Language model training for argos-translate/LT: Locomotive

argosopentech · September 23, 2023, 1:07am

Nice! This should help to increase the production rate for Argos Translate models. I read through the code and here are some comments:

The docs are great!
I like this syntax: "file://D:\\path\\to\\mydataset-en_es"
The “.txt” extensions in the data packages works well. I don’t currently use any file extensions on the source and target files in “.argosdata” packages because I thought I might want to do other types of data in the future (images, audio, who knows). If the data is explicitly text I think the “.txt” extension is better.
Parallel file downloads neat
There’s an OpenNMT-py/tools/average_models.py script that averages neural network checkpoints.

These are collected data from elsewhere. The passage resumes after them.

@njit(cache=True, inline="always")
def _norm_backward_rows(Z, stats, gain, shift, H, D, dgain, dshift, scratch, code):
    n, m = Z.shape
    t, u = scratch[0], scratch[1]
    zero = Z.dtype.type(0)
    half = m // 2
    offset = m - half
    for j in range(m):
        dgain[j] = 0.0
        dshift[j] = 0.0
    # units j and offset + j side by side, so the first fold of the two row sums happens on the way
    g_low, g_high, s_low, s_high = gain[:half], gain[offset:], shift[:half], shift[offset:]
    dg_low, dg_high, ds_low, ds_high = dgain[:half], dgain[offset:], dshift[:half], dshift[offset:]
    t_low, u_low = t[:half], u[:half]
    for i in range(n):
        z, h, d = Z[i], H[i], D[i]
        z_low, z_high, h_low, h_high, d_low, d_high = z[:half], z[offset:], h[:half], h[offset:], d[:half], d[offset:]
        mu_t, r_t = Z.dtype.type(stats[i, 0]), Z.dtype.type(stats[i, 1])
        for j in range(half):
            x1, x2 = (z_low[j] - mu_t) * r_t, (z_high[j] - mu_t) * r_t
            # dN from N as the forward pass formed it (the same bits)
            n1 = Z.dtype.type(_delta(code, g_low[j] * x1 + s_low[j], h_low[j], d_low[j], zero))
            n2 = Z.dtype.type(_delta(code, g_high[j] * x2 + s_high[j], h_high[j], d_high[j], zero))
            dg_low[j] += n1 * x1
            dg_high[j] += n2 * x2
            ds_low[j] += n1
            ds_high[j] += n2
            a1, a2 = g_low[j] * n1, g_high[j] * n2  # dx̂
            t_low[j] = a1 + a2
            u_low[j] = a1 * x1 + a2 * x2
        if offset > half:  # the middle unit of an odd width
            x = (z[half] - mu_t) * r_t
            dn = Z.dtype.type(_delta(code, gain[half] * x + shift[half], h[half], d[half], zero))
            dgain[half] += dn * x
            dshift[half] += dn
            t[half] = gain[half] * dn
            u[half] = gain[half] * dn * x
        t_sum, u_sum = _fold2(t, u, offset)
        a_t, c_t = Z.dtype.type(t_sum / m), Z.dtype.type(u_sum / m)  # mean(dx̂), mean(dx̂ ⊙ x̂)
        for j in range(m):  # x̂ and dN again from the row in cache, then D is overwritten in place
            xhat = (z[j] - mu_t) * r_t
            dn = Z.dtype.type(_delta(code, gain[j] * xhat + shift[j], h[j], d[j], zero))
            d[j] = r_t * ((gain[j] * dn - a_t) - xhat * c_t)


@njit(cache=True, nogil=True)
def _norm_backward_relu(Z, stats, gain, shift, H, D, dgain, dshift, scratch):
    _norm_backward_rows(Z, stats, gain, shift, H, D, dgain, dshift, scratch, act.RELU)


@njit(cache=True, nogil=True)
def _norm_backward_identity(Z, stats, gain, shift, H, D, dgain, dshift, scratch):
    _norm_backward_rows(Z, stats, gain, shift, H, D, dgain, dshift, scratch, act.IDENTITY)


@njit(cache=True, nogil=True)
def _norm_backward_any(Z, stats, gain, shift, H, D, dgain, dshift, scratch, code):
    _norm_backward_rows(Z, stats, gain, shift, H, D, dgain, dshift, scratch, code)


def norm_backward(Z, stats, gain, shift, H, D, dgain, dshift, scratch, code):
    """Backward of :func:`norm_forward`, in place: D = ∂loss/∂H on entry, ∂loss/∂Z on exit; and the gradients of
    the gain and shift.

    dN = f'(N) ⊙ ∂loss/∂H in the array's dtype; with x̂ = (z − μ)·r and dx̂ = g ⊙ dN (per row, m units):
    ∂loss/∂Z = r·(dx̂ − mean(dx̂) − x̂·mean(dx̂ ⊙ x̂)); dgain = Σ_rows dN ⊙ x̂; dshift = Σ_rows dN (both
    overwritten). Z: (n, m) the pre-activations after the bias; stats: (n, 2) float64 from the forward pass; gain,
    shift: (m,); H: (n, m) the forward pass's output; D: (n, m), one buffer in and out (see
    ``activations.backward`` for why never two names for it); dgain, dshift: (m,); scratch: (2, ≥ m) in the array's
    dtype: the two row sums are pairwise sums in the dtype (float32 rows at twice the vector width of float64, the
    error growing with log₂ m all the same); code: the activation (identity: ∂loss/∂H is dN). x̂ and N are formed in
    the array's dtype exactly as the forward pass formed them, so a row's products have the same bits whichever part
    holds it.
    """
    if code == act.RELU:  # three kernels, not three branches of one: a job compiles only the one it uses
        _norm_backward_relu(Z, stats, gain, shift, H, D, dgain, dshift, scratch)
    elif code == act.IDENTITY:
        _norm_backward_identity(Z, stats, gain, shift, H, D, dgain, dshift, scratch)
    else:
        _norm_backward_any(Z, stats, gain, shift, H, D, dgain, dshift, scratch, code)


# --- dropout: a counter-based keep decision --------------------------------------------------------------------

@njit(cache=True, inline="always")
def splitmix64(x):
    """SplitMix64's output function of a 64-bit counter (Steele, Lea & Flood 2014): a bijection of uint64."""
    z = uint64(x + uint64(0x9E3779B97F4A7C15))
    z = uint64((z ^ (z >> uint64(30))) * uint64(0xBF58476D1CE4E5B9))
    z = uint64((z ^ (z >> uint64(27))) * uint64(0x94D049BB133111EB))
    return z ^ (z >> uint64(31))


@njit(cache=True, nogil=True)
def dropout_key(seed, step, layer):
    """The 64-bit key of one (seed, step, layer): nested SplitMix64 of the three counters."""
    return splitmix64(splitmix64(splitmix64(uint64(seed)) ^ uint64(step)) ^ uint64(layer))


@njit(cache=True, inline="always")
def row_key(key, row):
    """The 64-bit key of one global row under a (seed, step, layer) key."""
    return splitmix64(key ^ uint64(row))


@njit(cache=True, inline="always")
def unit_hash(low, high, j):
    """32 uniform bits for unit j of a row: MurmurHash3's fmix32 finaliser (Appleby 2011) of the row key's low
    word plus j Weyl steps (mod 2³²), xor its high word. Held in uint64 lanes whose values stay below 2³², so each
    multiply is 32 × 32 → 64 bits (one vpmuludq on AVX2) and the loop vectorises. low, high: uint64 < 2³²."""
    h = ((low + uint64(uint32(j)) * uint64(WEYL32)) & LOW32) ^ high
    h = h ^ (h >> uint64(16))
    h = (h * uint64(0x85EBCA6B)) & LOW32
    h = h ^ (h >> uint64(13))
    h = (h * uint64(0xC2B2AE35)) & LOW32
    return h ^ (h >> uint64(16))


@njit(cache=True, nogil=True)
def dropout_forward(H, skip, A, keep, rows, key, threshold, scale, has_skip):
    """A = H ⊙ keep·scale (+ skip) with keep = [hash(key, row, unit) ≥ threshold]: inverted dropout
    (Srivastava et al. 2014), the kept units scaled by 1/(1 − p) so the expected output is H.

    H, skip, A: (n, m) (skip read only when ``has_skip``; A may be H); keep: (n, m) uint8, the decision, written for
    the backward pass; rows: (n,) int64 global row indices; key: :func:`dropout_key`; threshold: uint32
    ⌊p·2³²⌋, so P(keep) = 1 − threshold/2³²; scale: 1/(1 − p) in the array's dtype. The hash and the stores share
    one loop, so its arithmetic hides behind the memory traffic.
    """
    n, m = H.shape
    zero = H.dtype.type(0)
    bound = uint64(threshold)
    for i in range(n):
        k = row_key(key, rows[i])
        low, high = k & LOW32, k >> uint64(32)
        h_row, a_row, keep_row = H[i], A[i], keep[i]
        if has_skip:
            s_row = skip[i]
            for j in range(m):
                kept = unit_hash(low, high, j) >= bound
                keep_row[j] = kept
                a_row[j] = (h_row[j] * scale if kept else zero) + s_row[j]
        else:
            for j in range(m):
                kept = unit_hash(low, high, j) >= bound
                keep_row[j] = kept
                a_row[j] = h_row[j] * scale if kept else zero


@njit(cache=True, nogil=True)
def dropout_backward(D, saved, keep, scale, has_skip):
    """Backward of :func:`dropout_forward`: D = ∂loss/∂A on entry, ∂loss/∂H = D ⊙ keep·scale on exit; with a
    skip, ``saved`` first receives ∂loss/∂A, the skip's share (the caller adds it to ∂loss/∂A_h).

    D, saved: (n, m) two buffers; keep: (n, m) uint8 from the forward pass; scale: 1/(1 − p) in D's dtype.
    """
    n, m = D.shape
    zero = D.dtype.type(0)
    for i in range(n):
        d_row, keep_row = D[i], keep[i]
        if has_skip:
            s_row = saved[i]
            for j in range(m):
                s_row[j] = d_row[j]
        for j in range(m):
            d_row[j] = d_row[j] * scale if keep_row[j] else zero


# --- the residual add ------------------------------------------------------------------------------------------

@njit(cache=True, nogil=True)
def residual_forward(H, skip, A):
    """A = H + skip, the identity shortcut (He et al. 2016). H, skip, A: (n, m); A may be H."""
    n, m = H.shape
    for i in range(n):
        h_row, s_row, a_row = H[i], skip[i], A[i]
        for j in range(m):
            a_row[j] = h_row[j] + s_row[j]


@njit(cache=True, nogil=True)
def residual_backward(D, saved):
    """dA_h += ∂loss/∂A_{h+1}: the shortcut passes the gradient through unchanged. D, saved: (n, m) two buffers;
    D is ∂loss/∂A_h from the layer's GEMM, in place."""
    n, m = D.shape
    for i in range(n):
        d_row, s_row = D[i], saved[i]
        for j in range(m):
            d_row[j] = d_row[j] + s_row[j]


@njit(cache=True, nogil=True)
def copy_rows(src, dst):
    """dst = src, row by row (the skip's share of the gradient when there is no dropout). (n, m) each."""
    n, m = src.shape
    for i in range(n):
        s_row, d_row = src[i], dst[i]
        for j in range(m):
            d_row[j] = s_row[j]


# --- embeddings (the inputs' categorical columns) ----------------------------------------------------------------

Is there a reason you averaged the checkpoints manually instead?
The functionality for automatically calculating BLEU scores is nice to have despite the limitations of BLEU scores we’ve found.
The option to run in toy mode is a great feature. I’ve found Argos Train difficult to test in large part because a complete training run takes so long.
I’ve found that int8 quantization, like you’re using, works well but this is something you could experiment with.
I think the OpenNMT devs have been working a lot on OpenNMT data transforms which could be useful if you want to filter or clean datasets. OpenNMT-py also has functionality for dataset weighting, for example, you could use data from one dataset at double the rate for training.